Your answer should be the lines from the one containing "const page = await browser.newPage();" through the final line below, copied exactly.

################

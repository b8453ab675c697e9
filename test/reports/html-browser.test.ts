import { existsSync, writeFileSync } from 'node:fs';
import { type Browser, chromium } from 'playwright-core';
import { afterAll, beforeAll, describe, expect, it } from 'vitest';
import { buildDriftReport } from '../../src/reports/build-report.js';
import { renderReportHtml } from '../../src/reports/html.js';
import { DAY_END, DAY_START, demoDayService } from '../helpers/demo.js';
import { tempDir } from '../helpers/datasets.js';

// Debian's chromium, driven by playwright-core (.ci/run installs it; no browser is downloaded).
// playwright starts it with a fresh temporary profile of its own.
const CHROMIUM = '/usr/bin/chromium';

describe.skipIf(!existsSync(CHROMIUM))('the drift report page in a real browser (headless Chromium)', () => {
  const tmp = tempDir();
  let browser: Browser;
  let file = '';
  beforeAll(async () => {
    const svc = await demoDayService();
    const report = await buildDriftReport(svc.store.drift, svc.registry.get('moulding-quality')!.bundle, { from: DAY_START, to: DAY_END }, { id: 'page-test', createdAt: new Date() });
    await svc.close();
    file = tmp.file('report.html', renderReportHtml(report));
    browser = await chromium.launch({
      executablePath: CHROMIUM,
      args: ['--headless', '--no-sandbox', '--disable-gpu', '--disable-quic', '--no-first-run', '--disable-background-networking', '--disable-component-update', '--disable-sync'],
    });
  }, 60_000);
  afterAll(async () => {
    await browser?.close();
    tmp.remove();
  });

  it('draws every chart and asks the network for nothing', async () => {
    const page = await browser.newPage({ viewport: { width: 1200, height: 900 } });
    const requested: string[] = [];
    page.on('request', (r) => requested.push(r.url()));
    await page.goto(`file://${file}`);
    const charts = await page.$$eval('svg[data-chart]', (svgs) =>
      svgs.map((s) => {
        const box = s.getBoundingClientRect();
        return { name: s.getAttribute('data-chart'), width: box.width, height: box.height, shapes: s.querySelectorAll('rect').length };
      }),
    );
    expect(charts.map((c) => c.name)).toEqual(expect.arrayContaining(['hourly', 'psi', 'classes', 'histogram-melt_temp_c', 'histogram-cushion_mm']));
    expect(charts).toHaveLength(3 + 10);
    for (const c of charts) {
      expect(c.width, c.name ?? '').toBeGreaterThan(100);
      expect(c.height, c.name ?? '').toBeGreaterThan(50);
      expect(c.shapes, c.name ?? '').toBeGreaterThan(1);
    }
    expect(await page.textContent('.verdict')).toBe('shifted');
    expect(requested).toEqual([`file://${file}`]);
    await page.close();
  });

  it('prints to a PDF with its print stylesheet', async () => {
    const page = await browser.newPage();
    await page.goto(`file://${file}`);
    const pdf = await page.pdf({ format: 'A4' });
    writeFileSync(tmp.file('report.pdf'), pdf);
    expect(pdf.subarray(0, 5).toString()).toBe('%PDF-');
    expect(pdf.length).toBeGreaterThan(20_000);
    await page.close();
  });
});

################

ANSWER TO THE EXERCISE >>
    const page = await browser.newPage();
    await page.goto(`file://${file}`);
    const pdf = await page.pdf({ format: 'A4' });
    writeFileSync(tmp.file('report.pdf'), pdf);
    expect(pdf.subarray(0, 5).toString()).toBe('%PDF-');
    expect(pdf.length).toBeGreaterThan(20_000);
    await page.close();
  });
});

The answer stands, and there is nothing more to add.